The potential contagion impact of Greece on global economies is still too early to predict, but already there’s been currency pressures on sales of fashion goods.
Currency fluctuations — think of a rising U.S. dollar — have been a sore point for American apparel firms that do business overseas, and that was evident in the first-quarter results that have already been posted. It’s also one component of a firm’s business that could get worse before it gets better as the situation overseas deteriorates, at least over the short-term.
Essentially, a strong dollar versus a weak euro has made it difficult for American firms to sell their goods into a euro zone country. That’s because it costs consumers more to purchase an American brand, and with the euro weaker, shoppers are more likely to choose a competing European brand because it costs less to buy.
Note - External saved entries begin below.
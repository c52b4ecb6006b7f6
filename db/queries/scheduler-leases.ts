import "server-only";
/**
 * Leases that pick one process for a scheduled duty (the mail scheduler). Operational state like
 * sign_in_failures: no trial record, so no audit row; what the duty does is audited by the duty.
 */
import { db, writeTransaction, type Tx } from "../knex";

type Lease = { name: string; holder: string; expires_at: Date; renewed_at: Date };

/**
 * Takes or renews the lease `name` for `holder` until `until`, if nobody else holds it beyond `now`.
 * The row is read FOR UPDATE inside one transaction, so of two processes asking at once exactly one
 * gets it. Returns whether `holder` holds the lease afterwards.
 */
export async function claimLease(name: string, holder: string, now: Date, until: Date): Promise<boolean> {
  // The row exists from the first claim on. Created in its own statement, outside the locking
  // transaction: an INSERT IGNORE and a FOR UPDATE read in one transaction deadlock under a race.
  await db.raw("INSERT IGNORE INTO scheduler_leases (name, holder, expires_at, renewed_at) VALUES (?, ?, ?, ?)", [name, "", new Date(0), new Date(0)]);
  try {
    return await writeTransaction(async (tx) => {
      const row = (await tx("scheduler_leases").where({ name }).forUpdate().first()) as Lease | undefined;
      if (!row) return false;
      const free = row.holder === holder || new Date(row.expires_at).getTime() <= now.getTime();
      if (!free) return false;
      await tx("scheduler_leases").where({ name }).update({ holder, expires_at: until, renewed_at: now });
      return true;
    });
  } catch (e) {
    // A claimant that loses a lock race simply does not hold the lease this round.
    if ((e as { code?: string }).code === "ER_LOCK_DEADLOCK" || (e as { code?: string }).code === "ER_LOCK_WAIT_TIMEOUT") return false;
    throw e;
  }
}

/** Gives the lease up at once (a process shutting down), so another takes over without waiting. */
export async function releaseLease(name: string, holder: string, tx: Tx = db): Promise<void> {
  await tx("scheduler_leases").where({ name, holder }).update({ expires_at: new Date(0) });
}

export async function fetchLease(name: string, tx: Tx = db): Promise<Lease | undefined> {
  return tx("scheduler_leases").where({ name }).first();
}
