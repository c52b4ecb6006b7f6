import "server-only";
/** DMC meetings and their attendees. Open information only: no arm-level data, and not the closed agenda (closed.ts). */
import { blindDb, db, type Tx } from "../knex";
import type { MeetingRow, MeetingStatus, TrialRole } from "../types";

/** Every meetings column but closed_agenda (closed text, db/classification.ts). */
const MEETING_OPEN_COLUMNS = ["id", "trial_id", "analysis_id", "scheduled_at", "time_zone", "open_agenda", "reminder_days_before", "reminder_sent_at", "status", "row_version", "created_by", "created_at", "updated_at"] as const;
const m = (c: string) => `m.${c}`;

export type MeetingListing = MeetingRow & { lookNumber: number; analysisStatus: string; attendeeCount: number };

export async function fetchMeetings(trialId: number, tx: Tx = blindDb): Promise<MeetingListing[]> {
  return tx("meetings as m")
    .join("analyses as a", "a.id", "m.analysis_id")
    .where("m.trial_id", trialId)
    .select(
      ...MEETING_OPEN_COLUMNS.map(m),
      "a.look_number as lookNumber",
      "a.status as analysisStatus",
      tx("meeting_attendees as ma").whereRaw("ma.meeting_id = m.id").count("*").as("attendeeCount"),
    )
    .orderBy("m.scheduled_at", "desc");
}

export async function fetchMeeting(trialId: number, meetingId: number, tx: Tx = blindDb): Promise<(MeetingRow & { lookNumber: number }) | undefined> {
  return tx("meetings as m")
    .join("analyses as a", "a.id", "m.analysis_id")
    .where({ "m.id": meetingId, "m.trial_id": trialId })
    .first(...MEETING_OPEN_COLUMNS.map(m), "a.look_number as lookNumber");
}

type AttendeeListing = { userId: number; name: string; email: string; attended: boolean | null; roles: TrialRole[] };

export async function fetchAttendees(meetingId: number, tx: Tx = blindDb): Promise<AttendeeListing[]> {
  const rows = await tx("meeting_attendees as ma")
    .join("meetings as m", "m.id", "ma.meeting_id")
    .join("users as u", "u.id", "ma.user_id")
    .leftJoin("trial_memberships as tm", function () {
      this.on("tm.user_id", "=", "ma.user_id").andOn("tm.trial_id", "=", "m.trial_id");
    })
    .where("ma.meeting_id", meetingId)
    .select("ma.user_id as userId", "u.name", "u.email", "ma.attended", "tm.role")
    .orderBy(["u.name", "tm.role"]);
  const byUser = new Map<number, AttendeeListing>();
  for (const r of rows as Array<{ userId: number; name: string; email: string; attended: number | null; role: TrialRole | null }>) {
    const a = byUser.get(r.userId) ?? { userId: r.userId, name: r.name, email: r.email, attended: r.attended === null ? null : Boolean(r.attended), roles: [] };
    if (r.role) a.roles.push(r.role);
    byUser.set(r.userId, a);
  }
  return [...byUser.values()];
}

type NewMeeting = {
  trialId: number;
  analysisId: number;
  scheduledAt: Date;
  timeZone: string;
  openAgenda: string;
  closedAgenda: string;
  reminderDaysBefore: number;
  createdBy: number;
  attendeeUserIds: number[];
};

/** Inserts a meeting and its invitees; the caller owns the transaction and the audit row. */
export async function insertMeeting(tx: Tx, m: NewMeeting): Promise<number> {
  const [id] = await tx("meetings").insert({
    trial_id: m.trialId,
    analysis_id: m.analysisId,
    scheduled_at: m.scheduledAt,
    time_zone: m.timeZone,
    open_agenda: m.openAgenda,
    closed_agenda: m.closedAgenda,
    reminder_days_before: m.reminderDaysBefore,
    created_by: m.createdBy,
  });
  if (m.attendeeUserIds.length) await tx("meeting_attendees").insert(m.attendeeUserIds.map((u) => ({ meeting_id: id, user_id: u })));
  return id;
}

/** Records who attended; users not listed as attended are recorded absent. Returns false on a stale row version. */
export async function recordAttendance(tx: Tx, meetingId: number, rowVersion: number, attendedUserIds: number[]): Promise<boolean> {
  const n = await tx("meetings")
    .where({ id: meetingId, row_version: rowVersion })
    .update({ status: "held" satisfies MeetingStatus, row_version: rowVersion + 1, updated_at: new Date() });
  if (n !== 1) return false;
  await tx("meeting_attendees").where({ meeting_id: meetingId }).update({ attended: false });
  if (attendedUserIds.length) await tx("meeting_attendees").where({ meeting_id: meetingId }).whereIn("user_id", attendedUserIds).update({ attended: true });
  return true;
}

export async function updateMeetingStatus(tx: Tx, meetingId: number, rowVersion: number, status: MeetingStatus): Promise<boolean> {
  const n = await tx("meetings").where({ id: meetingId, row_version: rowVersion }).update({ status, row_version: rowVersion + 1, updated_at: new Date() });
  return n === 1;
}

/**
 * Scheduled meetings whose reminder window has opened (now >= scheduled_at - reminder_days_before
 * days), that have not started and whose reminder has not gone out. Optionally one trial only.
 */
export async function fetchMeetingsDueForReminder(now: Date, trialId?: number, tx: Tx = db): Promise<MeetingRow[]> {
  const q = tx("meetings")
    .where({ status: "scheduled" })
    .whereNull("reminder_sent_at")
    .where("scheduled_at", ">", now)
    .whereRaw("DATE_SUB(scheduled_at, INTERVAL reminder_days_before DAY) <= ?", [now]);
  if (trialId !== undefined) q.where({ trial_id: trialId });
  return q.select(MEETING_OPEN_COLUMNS).orderBy("scheduled_at");
}

/** Marks a reminder as sent only if nobody else did first (two senders cannot both remind). */
export async function claimReminder(tx: Tx, meetingId: number, now: Date): Promise<boolean> {
  const n = await tx("meetings").where({ id: meetingId }).whereNull("reminder_sent_at").update({ reminder_sent_at: now });
  return n === 1;
}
Gary Wassner, co-chief executive officer of factoring firm Hilldun Corp. said, “Our prices are so much higher than a year ago, or even two years ago. It’s not because of a change in fabrication or improved production quality. I see in the short-term the euro becoming more pressured and the U.S. dollar going higher. That will make it that much harder for American brands to sell into European Union member countries.”
Wassner said American prices are about 30 percent than they were a year ago. The flip side is that it costs less for European brands to sell into the U.S., and that could spur sales of European brands here both from American buyers and tourists from Asia and South America, he said. But that too would add further pressure on American firms — particularly American contemporary brands — trying to grab market share as they compete on price with the European luxury brands.
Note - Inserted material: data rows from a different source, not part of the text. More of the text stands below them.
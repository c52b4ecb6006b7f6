import "server-only";
import { db, type Tx } from "../knex";
import type { DesignRow } from "../types";
import { parseDesign } from "@/lib/stats/design-schema";
import type { Design } from "@/lib/stats/types";

export type DesignRecord = Omit<DesignRow, "spec"> & { spec: Design };

/** A design as stored (JSON text), checked against the design schema again on the way out. */
export function parseStoredDesign(spec: string): Design {
  return parseDesign(JSON.parse(spec));
}

function toRecord(r: DesignRow): DesignRecord {
  return { ...r, spec: parseStoredDesign(r.spec) };
}

export async function fetchDesign(designId: number, tx: Tx = db): Promise<DesignRecord | undefined> {
  const r = await tx<DesignRow>("designs").where({ id: designId }).first();
  return r ? toRecord(r) : undefined;
}

/** The locked (charter) design of a trial, if any. */
export async function fetchLockedDesign(trialId: number, tx: Tx = db): Promise<DesignRecord | undefined> {
  const r = await tx<DesignRow>("designs").where({ trial_id: trialId, status: "locked" }).orderBy("version", "desc").first();
  return r ? toRecord(r) : undefined;
}

export async function insertDesignVersion(
  tx: Tx,
  d: { trialId: number; spec: Design; createdBy: number | null; amendmentReason: string | null },
): Promise<{ id: number; version: number }> {
  const last = await tx("designs").where({ trial_id: d.trialId }).max({ v: "version" }).first();
  const version = Number(last?.v ?? 0) + 1;
  const [id] = await tx("designs").insert({
    trial_id: d.trialId,
    version,
    status: "draft",
    spec: JSON.stringify(d.spec),
    amendment_reason: d.amendmentReason,
    created_by: d.createdBy,
  });
  return { id, version };
}

/** Updates a draft's spec if nobody saved it since `rowVersion`; returns false on a stale version. */
export async function updateDraftSpec(tx: Tx, designId: number, rowVersion: number, spec: Design): Promise<boolean> {
  const n = await tx("designs")
    .where({ id: designId, row_version: rowVersion, status: "draft" })
    .update({ spec: JSON.stringify(spec), row_version: rowVersion + 1 });
  return n === 1;
}

export async function markDesignLocked(tx: Tx, designId: number, signatureId: number): Promise<void> {
  await tx("designs").where({ id: designId }).update({ status: "locked", signature_id: signatureId, locked_at: new Date() });
}

export async function supersedeLockedDesigns(tx: Tx, trialId: number): Promise<void> {
  await tx("designs").where({ trial_id: trialId, status: "locked" }).update({ status: "superseded" });
}

/** A design version with the open facts of its signature (who signed, meaning, when, record hash). */
export type DesignVersionListing = DesignRecord & {
  signer_name: string | null;
  signature_meaning: string | null;
  signed_at: Date | null;
  record_hash: string | null;
  created_by_name: string | null;
};

/** Every version of a trial's design, newest first; earlier versions stay readable. */
export async function fetchDesignVersions(trialId: number, tx: Tx = db): Promise<DesignVersionListing[]> {
  const rows = await tx("designs as d")
    .leftJoin("signatures as s", "s.id", "d.signature_id")
    .leftJoin("users as u", "u.id", "d.created_by")
    .where("d.trial_id", trialId)
    .orderBy("d.version", "desc")
    .select(
      "d.*",
      "s.signer_name as signer_name",
      "s.meaning as signature_meaning",
      "s.signed_at as signed_at",
      "s.record_hash as record_hash",
      "u.name as created_by_name",
    );
  return rows.map((r: DesignRow & Omit<DesignVersionListing, keyof DesignRecord>) => ({ ...toRecord(r), signer_name: r.signer_name, signature_meaning: r.signature_meaning, signed_at: r.signed_at, record_hash: r.record_hash, created_by_name: r.created_by_name }));
}

/** Reads a design row and locks it until the transaction ends, so lock and save cannot interleave. */
export async function fetchDesignForUpdate(tx: Tx, designId: number): Promise<DesignRecord | undefined> {
  const r = await tx<DesignRow>("designs").where({ id: designId }).forUpdate().first();
  return r ? toRecord(r) : undefined;
}

/** Status of every version of a trial, locked for the transaction (serialises draft creation and amendments). */
export async function fetchDesignStatusesForUpdate(tx: Tx, trialId: number): Promise<Pick<DesignRow, "id" | "version" | "status">[]> {
  return tx<DesignRow>("designs").where({ trial_id: trialId }).forUpdate().select("id", "version", "status").orderBy("version");
}

/** Ids and versions of the locked designs a new charter version will supersede. */
export async function fetchLockedDesignIds(tx: Tx, trialId: number): Promise<{ id: number; version: number }[]> {
  return tx("designs").where({ trial_id: trialId, status: "locked" }).select("id", "version");
}
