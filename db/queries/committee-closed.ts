import "server-only";
/**
 * CLOSED: the committee's votes and their comments, the tally and dissent of a committee
 * recommendation, and the closed-session minutes. Every read takes a ClosedReader with no default
 * (an unblinded TrialAccess's `closed`, or a service's write transaction). No module that a
 * blinded role's page or route imports may import this one (lib/review/blinding-static.test.ts).
 */
import type { ClosedReader, Tx } from "../knex";
import type { RecommendationDecision } from "../types";
import { toMinutes, type MinutesVersion } from "./committee";

export type CommitteeVote = { id: number; userId: number; name: string; decision: RecommendationDecision; comment: string | null; signatureId: number; signedAt: Date };

export async function fetchVotes(meetingId: number, tx: ClosedReader): Promise<CommitteeVote[]> {
  return tx("committee_votes as v")
    .join("users as u", "u.id", "v.user_id")
    .join("signatures as s", "s.id", "v.signature_id")
    .where("v.meeting_id", meetingId)
    .select("v.id", "v.user_id as userId", "u.name", "v.decision", "v.comment", "v.signature_id as signatureId", "s.signed_at as signedAt")
    .orderBy("u.name");
}

export async function insertVote(tx: Tx, v: { meetingId: number; analysisId: number; userId: number; decision: RecommendationDecision; comment: string | null; signatureId: number; now: Date }): Promise<number> {
  const [id] = await tx("committee_votes").insert({ meeting_id: v.meetingId, analysis_id: v.analysisId, user_id: v.userId, decision: v.decision, comment: v.comment, signature_id: v.signatureId, created_at: v.now });
  return id;
}

/** The tally of a meeting's votes: how many voted for each decision. */
export type Tally = Partial<Record<RecommendationDecision, number>>;

export function tallyVotes(votes: ReadonlyArray<{ decision: RecommendationDecision }>): Tally {
  const t: Tally = {};
  for (const v of votes) t[v.decision] = (t[v.decision] ?? 0) + 1;
  return t;
}

type CommitteeRecommendationClosed = { id: number; decision: RecommendationDecision; tally: Tally | null; dissent: string | null; rationale: string; signerName: string; recordedAt: Date; superseded: boolean; correctedById: number | null };

export async function fetchMeetingRecommendationsClosed(meetingId: number, tx: ClosedReader): Promise<CommitteeRecommendationClosed[]> {
  const rows = await tx("recommendations as r")
    .join("analyses as a", "a.id", "r.analysis_id")
    .join("signatures as s", "s.id", "r.signature_id")
    .leftJoin("recommendations as c", "c.corrects_id", "r.id")
    .where("r.meeting_id", meetingId)
    .select("r.id", "r.decision", "r.tally_json as tallyJson", "r.dissent", "r.rationale", "s.signer_name as signerName", "r.created_at as recordedAt", "c.id as correctedById", tx.raw("(r.review_version < a.review_version) as superseded"))
    .orderBy("r.id", "desc");
  return rows.map((r: Omit<CommitteeRecommendationClosed, "tally" | "superseded"> & { tallyJson: string | null; superseded: number | boolean }) => {
    const { tallyJson, ...rest } = r;
    return { ...rest, tally: tallyJson ? (JSON.parse(tallyJson) as Tally) : null, superseded: Boolean(r.superseded) };
  });
}

/** Closed-session minutes, every version, newest first. */
export async function fetchClosedMinutes(meetingId: number, tx: ClosedReader): Promise<MinutesVersion[]> {
  const rows = await tx("meeting_minutes as m")
    .leftJoin("signatures as s", "s.id", "m.approval_signature_id")
    .where({ "m.meeting_id": meetingId, "m.session": "closed" })
    .select("m.id", "m.meeting_id as meetingId", "m.session", "m.version", "m.body", "m.approved_at as approvedAt", "m.row_version as rowVersion", "m.created_at as createdAt", "m.updated_at as updatedAt", "s.signer_name as approvedBy")
    .orderBy("m.version", "desc");
  return rows.map(toMinutes);
}
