import "server-only";
/**
 * Meeting packets. Listings select metadata only; the PDF bytes are read by one function, called
 * only by the download route after it has checked the audience against the caller's roles.
 */
import { db, type Tx } from "../knex";
import type { PacketAudience, PacketMetaRow, PacketRow } from "../types";

const PACKET_META_COLUMNS = ["id", "meeting_id", "version", "audience", "content_hash", "engine_version", "page_count", "byte_size", "created_at", "created_by"] as const;

export async function fetchPackets(meetingId: number, audiences: PacketAudience[], tx: Tx = db): Promise<PacketMetaRow[]> {
  if (audiences.length === 0) return [];
  return tx("packets").where({ meeting_id: meetingId }).whereIn("audience", audiences).select(PACKET_META_COLUMNS).orderBy([{ column: "audience", order: "desc" }, { column: "version", order: "desc" }]);
}

export async function fetchLatestPacket(meetingId: number, audience: PacketAudience, tx: Tx = db): Promise<PacketMetaRow | undefined> {
  return tx("packets").where({ meeting_id: meetingId, audience }).orderBy("version", "desc").first(PACKET_META_COLUMNS);
}

export async function fetchPacketMeta(packetId: number, tx: Tx = db): Promise<PacketMetaRow | undefined> {
  return tx("packets").where({ id: packetId }).first(PACKET_META_COLUMNS);
}

/** The PDF bytes. Callers must have checked the packet's audience against the caller first. */
export async function fetchPacketPdf(packetId: number, tx: Tx = db): Promise<PacketRow | undefined> {
  return tx<PacketRow>("packets").where({ id: packetId }).first();
}

/** Inserts the next version for (meeting, audience). Call inside a transaction that locks the meeting row. */
export async function insertPacketVersion(
  tx: Tx,
  p: { meetingId: number; audience: PacketAudience; contentHash: string; engineVersion: string; pdf: Buffer; pageCount: number; createdBy: number | null },
): Promise<{ id: number; version: number }> {
  const last = await tx("packets").where({ meeting_id: p.meetingId, audience: p.audience }).max({ v: "version" }).first();
  const version = Number(last?.v ?? 0) + 1;
  const [id] = await tx("packets").insert({
    meeting_id: p.meetingId,
    version,
    audience: p.audience,
    content_hash: p.contentHash,
    engine_version: p.engineVersion,
    page_count: p.pageCount,
    byte_size: p.pdf.length,
    pdf: p.pdf,
    created_by: p.createdBy,
  });
  return { id, version };
}

/** Open facts about an analysis lock: who signed and when (no counts). */
export async function fetchAnalysisLockSigner(analysisId: number, tx: Tx = db): Promise<{ signerName: string | null; lockedAt: Date | null; designId: number } | undefined> {
  return tx("analyses as a")
    .leftJoin("signatures as s", "s.id", "a.lock_signature_id")
    .where("a.id", analysisId)
    .first("s.signer_name as signerName", "a.locked_at as lockedAt", "a.design_id as designId");
}

/** Locks the meeting row so concurrent generations of the same meeting queue instead of racing for a version number. */
export async function lockMeetingRow(tx: Tx, meetingId: number): Promise<void> {
  await tx("meetings").where({ id: meetingId }).forUpdate().first("id");
}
For Wassner, that means American firms will need to figure out how to add real value to its products both to differentiate the goods and to justify the higher prices.
Aside from Greece, there are also problems in Puerto Rico, which said it can’t pay its debt to the U.S., and in China where there are concerns about its real estate market. Ben Garber, an economist at Moody’s Analytics, said it’s likely too soon to tell how these issues will all shake out, but noted that a “bigger disruption in the euro zone gives rise to the broader concern,” which then “feeds into the global financial turmoil, making it difficult for companies to borrow.”
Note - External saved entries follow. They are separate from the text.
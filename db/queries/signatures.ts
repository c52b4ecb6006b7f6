import "server-only";
import type { Tx } from "../knex";
import type { SignatureRow } from "../types";
import { CURRENT_HASH_SCHEME, keyedHash } from "../keyed-hash";
import { canonicalJson } from "@/lib/canonical-json";

/**
 * Keyed hash of the exact record content being signed (stable key order), binding the signature
 * to it. Keyed because a record of a look's counts has few possible values: a plain hash of it
 * would give the counts away to anyone who can see the hash and try values.
 */
export function recordHash(record: unknown, key?: string): string {
  return keyedHash("signature-record", stableStringify(record), key);
}

/** The signed record's text: the one canonical JSON (kept under this name for the attack tests). */
export const stableStringify = canonicalJson;

type SignatureMeaning =
  | "design approved"
  | "analysis locked"
  | "recommendation recorded"
  | "review reopened for correction"
  | "conflict of interest declared"
  | "vote cast"
  | "minutes approved"
  | "recommendation letter signed";

export async function insertSignature(
  tx: Tx,
  s: { userId: number; signerName: string; signerEmail: string; meaning: SignatureMeaning; entityType: string; entityId: number; record: unknown; signedAt?: Date },
): Promise<SignatureRow> {
  const row = {
    user_id: s.userId,
    signer_name: s.signerName,
    signer_email: s.signerEmail,
    meaning: s.meaning,
    entity_type: s.entityType,
    entity_id: s.entityId,
    record_hash: recordHash(s.record),
    hash_scheme: CURRENT_HASH_SCHEME,
    // Only the demo seed passes signedAt (its invented story is dated in the past); the app signs now.
    signed_at: s.signedAt ?? new Date(),
  };
  const [id] = await tx("signatures").insert(row);
  return { id, ...row };
}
So far he doesn’t see any major impact yet on the U.S. markets. While Puerto Rican debt is held across a wide range of U.S. investment funds, there will likely be some assistance from Congress to restructure the debt. And as for China, there hasn’t been any “massive blowback” even though there’s been a slowdown in growth.
“We need to see a greater conflagration of the [Greek] situation before it impedes the U.S. economy,” Garber said. Volatile stock markets would be one example, while a shut down in the credit markets could be another.
For now, Garber still expects that a rate hike from the Fed is still likely. “Potential disruptions to the financial markets could give the Fed pause to raise rates. There’s still some time till September to see how things play out in the U.S. economy. The rate hike is by no means off the table,” he said.